BEGIN
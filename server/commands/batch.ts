// The command-line faces of `process` and `synth` (replay/), in the shape of server/cli.ts's commands
// (parsed arguments in, exit code out).

import type { CommandSpec, ParsedArgs } from './args.js';
import { COMPONENT_OPTIONS, componentSettingsFrom } from './componentOptions.js';
import { processFolder } from '../../replay/processCommand.js';
import { synth } from '../../replay/synthCommand.js';
import { DEMO_DEFAULTS } from '../../replay/demo/demoRegion.js';

export const PROCESS_SPEC: CommandSpec = {
  name: 'process',
  usage: ['process FOLDER --out RESULT.csv [--json RESULT.json] [--maps DIR] [--config FILE] [--workers N] [component options]'],
  summary: 'compute a whole archive folder without a server (CSV, JSON, FITS maps)',
  description: 'Compute a whole archive (JSON and FITS frames, taken in time order) without a server, on every core. Unreadable '
    + 'frames, duplicated times and frames of another grid are reported and skipped. Progress on stderr. FOLDER holds the '
    + 'frame files; with a layout of one file per component (--layout cea-components, or --component rules) its FITS files '
    + 'are grouped by time into frames.',
  positionals: { min: 1, max: 1, what: 'one folder of frames (helicord process FOLDER --out RESULT.csv)' },
  options: {
    out: { kind: 'string', value: 'RESULT.csv', help: 'the CSV file written: one row per rate sample (needed)' },
    json: { kind: 'string', value: 'RESULT.json', help: 'also write the series, footpoints, events, gaps and alerts as JSON' },
    maps: { kind: 'string', value: 'DIR', help: 'write one FITS file of maps (G_theta, labels, velocity) per analysed frame into DIR, with the input\'s coordinates' },
    config: { kind: 'string', value: 'FILE', help: 'a config file { "analysis", "budget", "rules", "components" } (README); the component options win over its components' },
    workers: { kind: 'integer', value: 'N', min: 1, defaultText: 'every core', help: 'worker threads' },
    ...COMPONENT_OPTIONS,
  },
};

export const SYNTH_SPEC: CommandSpec = {
  name: 'synth',
  usage: ['synth --out FOLDER [--demo region|sun] [--frames N] [--size N] [--with-velocity] [--format fits|json] [--cadence S] [--noise G] [--seed N]'],
  summary: 'write the built-in demo region as frame files, with its true injection',
  description: 'Write the built-in demo region (an invented active region, 72 h story) as frame files, with its true injection in truth.csv.',
  positionals: { min: 0, max: 0, what: 'no file names' },
  options: {
    out: { kind: 'string', value: 'FOLDER', help: 'the folder written (needed)' },
    demo: { kind: 'string', value: 'NAME', choices: ['region', 'sun'], default: 'region', help: 'region: the invented active region; sun: invented whole-Sun Carrington maps with velocity (FITS; --size is the rows, default 180; 21 maps 6 h apart, no noise by default; no truth.csv)' },
    frames: { kind: 'integer', value: 'N', min: 1, defaultText: 'the whole story', help: 'how many frames' },
    size: { kind: 'integer', value: 'N', min: 1, defaultText: String(DEMO_DEFAULTS.size), help: 'frame side, pixels' },
    'with-velocity': { kind: 'boolean', help: 'frames carry their true velocity (otherwise it is inferred)' },
    format: { kind: 'string', value: 'FORMAT', choices: ['fits', 'json'], default: 'fits', help: 'frame file format' },
    cadence: { kind: 'number', value: 'S', above: 0, defaultText: String(DEMO_DEFAULTS.cadenceS), help: 'seconds between frames' },
    noise: { kind: 'number', value: 'G', min: 0, defaultText: String(DEMO_DEFAULTS.noiseG), help: 'field noise, gauss' },
    seed: { kind: 'integer', value: 'N', defaultText: String(DEMO_DEFAULTS.seed), help: 'noise seed' },
  },
};

export async function processCli(args: ParsedArgs, _out: NodeJS.WritableStream, err: NodeJS.WritableStream): Promise<number> {
  const folder = args.positional[0];
  const out = args.string('out');
  if (out === undefined) throw new Error('--out RESULT.csv is needed (the CSV file to write)');
  const json = args.string('json');
  const maps = args.string('maps');
  const config = args.string('config');
  const workers = args.number('workers');
  const components = componentSettingsFrom(args);
  const r = await processFolder({
    folder, out, progress: err, components,
    ...(json !== undefined && { json }), ...(maps !== undefined && { maps }),
    ...(config !== undefined && { config }), ...(workers !== undefined && { workers }),
  });
  return r.used > 0 ? 0 : 1;
}

export async function synthCli(args: ParsedArgs, out: NodeJS.WritableStream): Promise<number> {
  const folder = args.string('out');
  if (folder === undefined) throw new Error('--out FOLDER is needed (the folder to write)');
  const format = args.string('format') as 'fits' | 'json';
  const frames = args.number('frames');
  const size = args.number('size');
  const cadenceS = args.number('cadence');
  const noiseG = args.number('noise');
  const seed = args.number('seed');
  await synth({
    out: folder, format, progress: out, scene: args.string('demo') as 'region' | 'sun',
    ...(frames !== undefined && { frames }), ...(size !== undefined && { size }),
    ...(args.boolean('with-velocity') && { withVelocity: true }),
    demo: { ...(cadenceS !== undefined && { cadenceS }), ...(noiseG !== undefined && { noiseG }), ...(seed !== undefined && { seed }) },
  });
  return 0;
}
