// `helicord serve`: starts the monitor and keeps it running until SIGINT or SIGTERM. The monitor
// options and the run-until-signal step are shared with `helicord replay`.
import type { RunningMonitor, ServeOptions } from '../serve.js';
import { serve } from '../serve.js';
import type { ParsedArgs } from './args.js';
import { numberFlag, stringFlag } from './args.js';

/** The port when none is given. */
export const DEFAULT_PORT = 8750;

const CAUTION = 'Research indicators, not forecasts: for operational decisions use the official space-weather services.\n';

/** A positive integer option, or undefined when absent. */
function positiveInteger(args: ParsedArgs, name: string): number | undefined {
  const v = numberFlag(args, name);
  if (v !== undefined && (!Number.isInteger(v) || v < 1)) throw new Error(`option --${name} must be a positive integer, got ${v}`);
  return v;
}

/**
 * The options every command that starts the monitor takes: --data, --port, --host, --workers,
 * --read-token, --replay-root, --allow-host (repeatable as a comma list), --queue-limit,
 * --max-frame-pixels, --intake-memory-mb.
 */
export function monitorOptions(args: ParsedArgs, out: NodeJS.WritableStream): ServeOptions {
  const port = numberFlag(args, 'port', DEFAULT_PORT)!;
  if (!Number.isInteger(port) || port < 0 || port > 65535) throw new Error(`option --port must be a TCP port (0-65535), got ${port}`);
  const workers = numberFlag(args, 'workers');
  const host = stringFlag(args, 'host');
  const replayRoot = stringFlag(args, 'replay-root');
  const allowHost = stringFlag(args, 'allow-host');
  const queueLimit = positiveInteger(args, 'queue-limit');
  const maxFramePixels = positiveInteger(args, 'max-frame-pixels');
  const intakeMemoryMb = positiveInteger(args, 'intake-memory-mb');
  return {
    dataDir: stringFlag(args, 'data', './data')!,
    port,
    ...(host !== undefined && { host }),
    readToken: args.flags['read-token'] === true,
    ...(workers !== undefined && { workers }),
    ...(replayRoot !== undefined && { replayRoot }),
    ...(allowHost !== undefined && { allowedHosts: allowHost.split(',').map((h) => h.trim()).filter(Boolean) }),
    ...(queueLimit !== undefined && { queueLimit }),
    ...(maxFramePixels !== undefined && { maxFramePixels }),
    ...(intakeMemoryMb !== undefined && { intakeMemoryMb }),
    log: (line) => out.write(line + '\n'),
  };
}

/** Prints the address, waits for SIGINT or SIGTERM, then closes the monitor. */
export async function runUntilSignal(monitor: RunningMonitor, out: NodeJS.WritableStream, note = ''): Promise<number> {
  out.write(`helicord monitor running: open ${monitor.url}${note}\n`);
  out.write(CAUTION);
  await new Promise<void>((resolve) => {
    const stop = () => { process.off('SIGINT', stop); process.off('SIGTERM', stop); resolve(); };
    process.on('SIGINT', stop);
    process.on('SIGTERM', stop);
  });
  out.write('helicord monitor stopping...\n');
  await monitor.close();
  return 0;
}

export async function serveCommand(args: ParsedArgs, out: NodeJS.WritableStream): Promise<number> {
  if (args.positional.length > 0) throw new Error(`serve takes no file names, got "${args.positional[0]}"`);
  const monitor = await serve({ ...monitorOptions(args, out), demo: args.flags.demo === true });
  return runUntilSignal(monitor, out);
}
END
Copy verbatim, from the listing above, each line from the one containing "await monitor.close();" down to the one containing "if (args.positional.length >", inclusive.

TASK SOLUTION:
  await monitor.close();
  return 0;
}

export async function serveCommand(args: ParsedArgs, out: NodeJS.WritableStream): Promise<number> {
  if (args.positional.length > 0) throw new Error(`serve takes no file names, got "${args.positional[0]}"`);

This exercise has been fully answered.